# ANT+ Barometer???



## Stalkerfiveo (Feb 24, 2015)

So I have recently become smitten with the Garmin Vivoactive Smartwatch. It would basically do everything my 510 does, with the added benefits of a smartwatch. 

The biggest negative IMO is the lack of a barometric altimeter. SO, is there a barometric altimeter in existence that can be connected via ANT+ just like my HRM and speed/cadence sensors?

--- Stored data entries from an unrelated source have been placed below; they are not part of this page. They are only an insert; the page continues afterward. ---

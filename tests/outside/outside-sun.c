/* SPDX-License-Identifier: GPL-3.0-or-later
 * SPDX-FileCopyrightText: The Tiltfield developers
 */

/* Prints what the sun folder works out for seeded random cases, as CSV, for sun.py to compare with
 * other people's libraries. One argument: which of the tables below.
 */

#include <glib.h>
#include <math.h>
#include <stdio.h>

#include "tf-constants.h"
#include "tf-geometry.h"
#include "tf-rotation.h"

enum
{
  HEADERS = 600,
  PIXELS = 20,
  MAPS = 60,
  TIMES = 3000,
  PLACES = 300
};

/* A header as it would stand in a file; the program's geometry is made from it. */
typedef struct
{
  double crota_deg, cdelt[2], pc[2][2], crpix[2], crval[2], lonpole;
  TfTime time;
  TfObserver observer;
  double radius_mm;
} Header;

static double
between (GRand *rand, double low, double high)
{
  return g_rand_double_range (rand, low, high);
}

static void
random_observer (GRand *rand, Header *h)
{
  double au = between (rand, 0.2, 1.1);
  h->time = tf_time_add (tf_time_from_year (2000.0),
                         rint (between (rand, 0.0, 26.0 * 365.0 * TF_DAY_S)));
  h->observer.distance_m = au * TF_AU_M;
  h->observer.b0_deg
      = g_rand_boolean (rand) ? between (rand, -7.25, 7.25) : between (rand, -34.0, 34.0);
  h->observer.stonyhurst_lon_deg = g_rand_boolean (rand) ? 0.0 : between (rand, -180.0, 180.0);
  h->observer.carrington_lon_deg
      = tf_observer_carrington (h->time, h->observer.stonyhurst_lon_deg, h->observer.distance_m);
  h->observer.source = TF_OBSERVER_HEADER;
}

/* Plain scales with CROTA2 for one third, PC for the rest; one third with CRVAL away from the Sun's
 * centre, a sixth with a LONPOLE too; disks in the middle, off it, and cut-outs far from CRPIX. */
static Header
random_header (GRand *rand, int k)
{
  Header h = { .lonpole = 180.0 };
  random_observer (rand, &h);
  h.radius_mm = k % 4 == 0 ? 696.0 : 695.7;
  double angular = asin (h.radius_mm * 1e6 / h.observer.distance_m) / TF_DEG;
  double scale = angular / between (rand, 60.0, 1950.0);
  h.cdelt[0] = scale;
  h.cdelt[1] = k % 3 == 0 ? scale : scale * between (rand, 0.8, 1.25);
  double turn = (k % 5 == 0 ? 180.0 : between (rand, -180.0, 180.0)) * TF_DEG;
  h.crota_deg = k % 3 == 0 ? turn / TF_DEG : NAN;
  double ratio = h.cdelt[1] / h.cdelt[0];
  h.pc[0][0] = cos (turn);
  h.pc[0][1] = -ratio * sin (turn);
  h.pc[1][0] = sin (turn) / ratio;
  h.pc[1][1] = cos (turn);
  for (int i = 0; i < 2; i++)
    {
      h.crpix[i] = k % 2 == 0 ? between (rand, 400.0, 600.0) : between (rand, -4000.0, 5000.0);
      h.crval[i] = k % 3 == 1 ? between (rand, -1.2, 1.2) * angular : 0.0;
    }
  if (k % 6 == 1)
    h.lonpole = between (rand, -180.0, 180.0);
  return h;
}

static TfGeometry
geometry_of (const Header *h)
{
  TfGeometry g = {
    .projection = TF_PROJECTION_TAN,
    .width = 1024,
    .height = 1024,
    .crpix = { h->crpix[0], h->crpix[1] },
    .crval_deg = { h->crval[0], h->crval[1] },
    .lonpole_deg = h->lonpole,
    .observer = h->observer,
    .radius_mm = h->radius_mm,
  };
  for (int i = 0; i < 2; i++)
    for (int j = 0; j < 2; j++)
      g.cd[i][j] = h->cdelt[i] * h->pc[i][j];
  if (!tf_geometry_make (&g))
    g_error ("a random header was refused");
  return g;
}

static void
print_pixel (int k, const Header *h, const TfGeometry *g, double x, double y)
{
  double tx, ty, back_x, back_y, unit[1][3], mu, area, row_lon, row_lat;
  double sun_x = NAN, sun_y = NAN;
  TfPlace p;
  g_autofree char *iso = tf_time_dup_iso (h->time, 0);
  tf_geometry_pixel_to_projective (g, x, y, &tx, &ty);
  tf_geometry_projective_to_pixel (g, tx, ty, &back_x, &back_y);
  if (tf_geometry_pixel_to_sun (g, x, y, &p))
    tf_geometry_sun_to_pixel (g, p.carrington_lon_deg, p.lat_deg, &sun_x, &sun_y, NULL);
  tf_geometry_row_sun (g, y, x, 1, unit, &mu, &area);
  tf_sphere_lonlat (unit[0], &row_lon, &row_lat);
  printf ("%d,%s,%.17g,%.17g,%.17g,%.17g,%.17g,%.17g,%.17g,%.17g,%.17g,%.17g,%.17g,%.17g,", k, iso,
          h->crota_deg, h->cdelt[0], h->cdelt[1], h->pc[0][0], h->pc[0][1], h->pc[1][0],
          h->pc[1][1], h->crpix[0], h->crpix[1], h->crval[0], h->crval[1], h->lonpole);
  printf ("%.17g,%.17g,%.17g,%.17g,%.17g,", h->observer.distance_m, h->observer.b0_deg,
          h->observer.stonyhurst_lon_deg, h->observer.carrington_lon_deg, h->radius_mm);
  printf ("%.17g,%.17g,%.17g,%.17g,%.17g,%.17g,%.17g,%.17g,%.17g,%.17g,%.17g,%.17g,", x, y, tx, ty,
          back_x, back_y, p.stonyhurst_lon_deg, p.carrington_lon_deg, p.lat_deg, p.cmd_deg, p.mu,
          tf_geometry_mu (g, x, y));
  printf ("%.17g,%.17g,%.17g,%.17g,%.17g,%.17g,%.17g\n", row_lon, row_lat, mu, area,
          tf_geometry_area (g, x, y), sun_x, sun_y);
}

static void
print_geometry (GRand *rand)
{
  printf ("case,time,crota,cdelt1,cdelt2,pc11,pc12,pc21,pc22,crpix1,crpix2,crval1,crval2,lonpole,"
          "distance_m,b0,"
          "stonyhurst_observer,carrington_observer,radius_mm,x,y,tx,ty,back_x,back_y,stonyhurst,"
          "carrington,lat,cmd,mu,"
          "mu_short,row_lon,row_lat,row_mu,row_area,area,sun_x,sun_y\n");
  for (int k = 0; k < HEADERS; k++)
    {
      Header h = random_header (rand, k);
      TfGeometry g = geometry_of (&h);
      double cx, cy, r = tf_geometry_disk_radius (&g);
      tf_geometry_disk_centre (&g, &cx, &cy);
      for (int j = 0; j < PIXELS; j++)
        {
          double rho = sqrt (between (rand, 0.0, 1.1)), angle = between (rand, 0.0, 2.0 * TF_PI);
          print_pixel (k, &h, &g, cx + rho * r * cos (angle), cy + rho * r * sin (angle));
        }
    }
}

/* Whole maps, some running to the left, some beginning anywhere. */
static void
print_maps (GRand *rand)
{
  printf ("case,kind,width,height,crpix1,crpix2,crval1,cdelt1,step2,x,y,carrington,lat,back_x,back_"
          "y\n");
  for (int k = 0; k < MAPS; k++)
    {
      double step = 360.0 / g_rand_int_range (rand, 90, 2000);
      guint width = (guint)lround (360.0 / step), height = (guint)g_rand_int_range (rand, 60, 1000);
      gboolean cea = k % 2 == 0;
      TfGeometry g = {
        .projection = cea ? TF_PROJECTION_CEA : TF_PROJECTION_CAR,
        .width = width,
        .height = height,
        .crpix = { rint (between (rand, 1.0, width)), (height + 1) / 2.0 },
        .crval_deg = { between (rand, 0.0, 360.0), 0.0 },
        .cd = { { k % 3 == 0 ? -step : step, 0.0 }, { 0.0, (cea ? 2.0 : 180.0) / height } },
        .radius_mm = 696.0,
      };
      if (!tf_geometry_make (&g))
        g_error ("a random map was refused");
      for (int j = 0; j < PIXELS; j++)
        {
          TfPlace p;
          double x = between (rand, 0.6, width + 0.4), y = between (rand, 0.6, height + 0.4), bx,
                 by;
          tf_geometry_pixel_to_sun (&g, x, y, &p);
          tf_geometry_sun_to_pixel (&g, p.carrington_lon_deg, p.lat_deg, &bx, &by, NULL);
          printf ("%d,%s,%u,%u,%.17g,%.17g,%.17g,%.17g,%.17g,%.17g,%.17g,%.17g,%.17g,%.17g,%.17g\n",
                  k, tf_projection_name (g.projection), width, height, g.crpix[0], g.crpix[1],
                  g.crval_deg[0], g.cd[0][0], g.cd[1][1], x, y, p.carrington_lon_deg, p.lat_deg, bx,
                  by);
        }
    }
}

static void
print_time (int year, int month, int day, int hour, int minute, double second)
{
  const TfTimeScale scales[] = { TF_SCALE_UTC, TF_SCALE_TAI, TF_SCALE_TT, TF_SCALE_GPS };
  printf ("%04d-%02d-%02dT%02d:%02d:%09.6f", year, month, day, hour, minute, second);
  for (int k = 0; k < 4; k++)
    {
      TfTime time = tf_time_from_calendar (year, month, day, hour, minute, second, scales[k]);
      g_autofree char *iso = tf_time_dup_iso (time, 6);
      printf (",%.17g,%s", time.s, iso);
      if (k == 0)
        printf (",%.17g", tf_time_year (time));
    }
  printf ("\n");
}

/* 2 s about the end of every month that ERFA's table could hold, then random instants from 1700. */
static void
print_times (GRand *rand)
{
  printf ("text,utc_s,utc_iso,utc_year,tai_s,tai_iso,tt_s,tt_iso,gps_s,gps_iso\n");
  for (int year = 1972; year <= 2026; year++)
    for (int half = 0; half < 2; half++)
      {
        print_time (year, half ? 12 : 6, half ? 31 : 30, 23, 59, 59.0);
        print_time (year, half ? 12 : 6, half ? 31 : 30, 23, 59, 59.75);
        print_time (half ? year + 1 : year, half ? 1 : 7, 1, 0, 0, 0.25);
      }
  const int leaps[][2] = { { 1972, 6 },  { 1972, 12 }, { 1990, 12 }, { 1998, 12 }, { 2005, 12 },
                           { 2008, 12 }, { 2012, 6 },  { 2015, 6 },  { 2016, 12 } };
  for (guint k = 0; k < G_N_ELEMENTS (leaps); k++)
    print_time (leaps[k][0], leaps[k][1], leaps[k][1] == 6 ? 30 : 31, 23, 59, 60.5);
  for (int k = 0; k < TIMES; k++)
    print_time (g_rand_int_range (rand, k % 3 == 0 ? 1700 : 1972, 2027),
                g_rand_int_range (rand, 1, 13), g_rand_int_range (rand, 1, 29),
                g_rand_int_range (rand, 0, 24), g_rand_int_range (rand, 0, 60),
                floor (between (rand, 0.0, 60e6)) * 1e-6);
}

static void
print_earth_at (const char *what, TfTime time)
{
  double p, b0, l0;
  TfObserver earth = tf_observer_earth (time);
  tf_observer_meeus (time, &p, &b0, &l0);
  printf ("%s,%.17g,%.17g,%.17g,%.17g,%.17g,%.17g,%.17g,%.17g,%.17g,%.17g\n", what,
          tf_time_jd (time, TF_SCALE_TT), earth.b0_deg, earth.carrington_lon_deg,
          tf_earth_l0 (time, TF_L0_ALMANAC), earth.distance_m / TF_AU_M, tf_earth_p (time),
          tf_carrington_rotation (time), p, b0, l0);
}

static void
print_earth (GRand *rand)
{
  printf ("what,tt_jd,b0,l0,l0_almanac,r_au,p,rotation,meeus_p,meeus_b0,meeus_l0\n");
  for (int month = 1; month <= 12; month++)
    print_earth_at ("2013", tf_time_from_calendar (2013, month, 1, 0, 0, 0.0, TF_SCALE_TT));
  print_earth_at ("meeus", tf_time_from_jd (2448908.5, 0.00068, TF_SCALE_TT));
  for (int rotation = 2132; rotation <= 2147; rotation++)
    print_earth_at ("start", tf_carrington_time (rotation));
  for (int k = 0; k < PLACES; k++)
    print_earth_at ("random", tf_time_from_jd (rint (between (rand, 2433282.0, 2466154.0)),
                                               between (rand, 0.0, 1.0), TF_SCALE_TT));
}

static void
print_rotation (void)
{
  printf ("law,lat,rate,carried_10_days\n");
  for (guint k = 0; tf_rotation_laws[k].name != NULL; k++)
    for (int lat = -85; lat <= 85; lat += 5)
      printf ("%s,%d,%.17g,%.17g\n", tf_rotation_laws[k].name, lat, tf_rotation_rate (k, lat),
              tf_rotation_carry (k, lat, 10.0 * TF_DAY_S));
}

int
main (int argc, char **argv)
{
  const char *table = argc > 1 ? argv[1] : "";
  g_autoptr (GRand) rand = g_rand_new_with_seed (20131012);
  if (g_str_equal (table, "geometry"))
    print_geometry (rand);
  else if (g_str_equal (table, "maps"))
    print_maps (rand);
  else if (g_str_equal (table, "times"))
    print_times (rand);
  else if (g_str_equal (table, "earth"))
    print_earth (rand);
  else if (g_str_equal (table, "rotation"))
    print_rotation ();
  else
    {
      fprintf (stderr, "outside-sun: give one of geometry, maps, times, earth, rotation\n");
      return 2;
    }
  return 0;
}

I know the Fenix 3 has one built in, but it is at the cost of an additional 250$! :madman:

If such a thing exists, the watch is only 250$ and a 510 is easily sold used for 225$. Net, I am into a smart watch, plus Garmin features, for 25$! :eekster:


----------



## Harold (Dec 23, 2003)

I'm not aware of any separate ANT+ barometric altimeters

www.thisisant.com has a directory of accessories that's pretty complete


----------



## Stalkerfiveo (Feb 24, 2015)

Well dang. Probably a deal breaker for me without accurate elevation. :skep:


----------



## heyyall (Nov 10, 2011)

I do not know of a separate barometric altimeter. That said, I'm not sure a barometric altimeter is worth losing sleep over. You can reasonably post process rides with elevation correction and come reasonably close. 

If you can find a 910xt on the cheap, it would work for you.


----------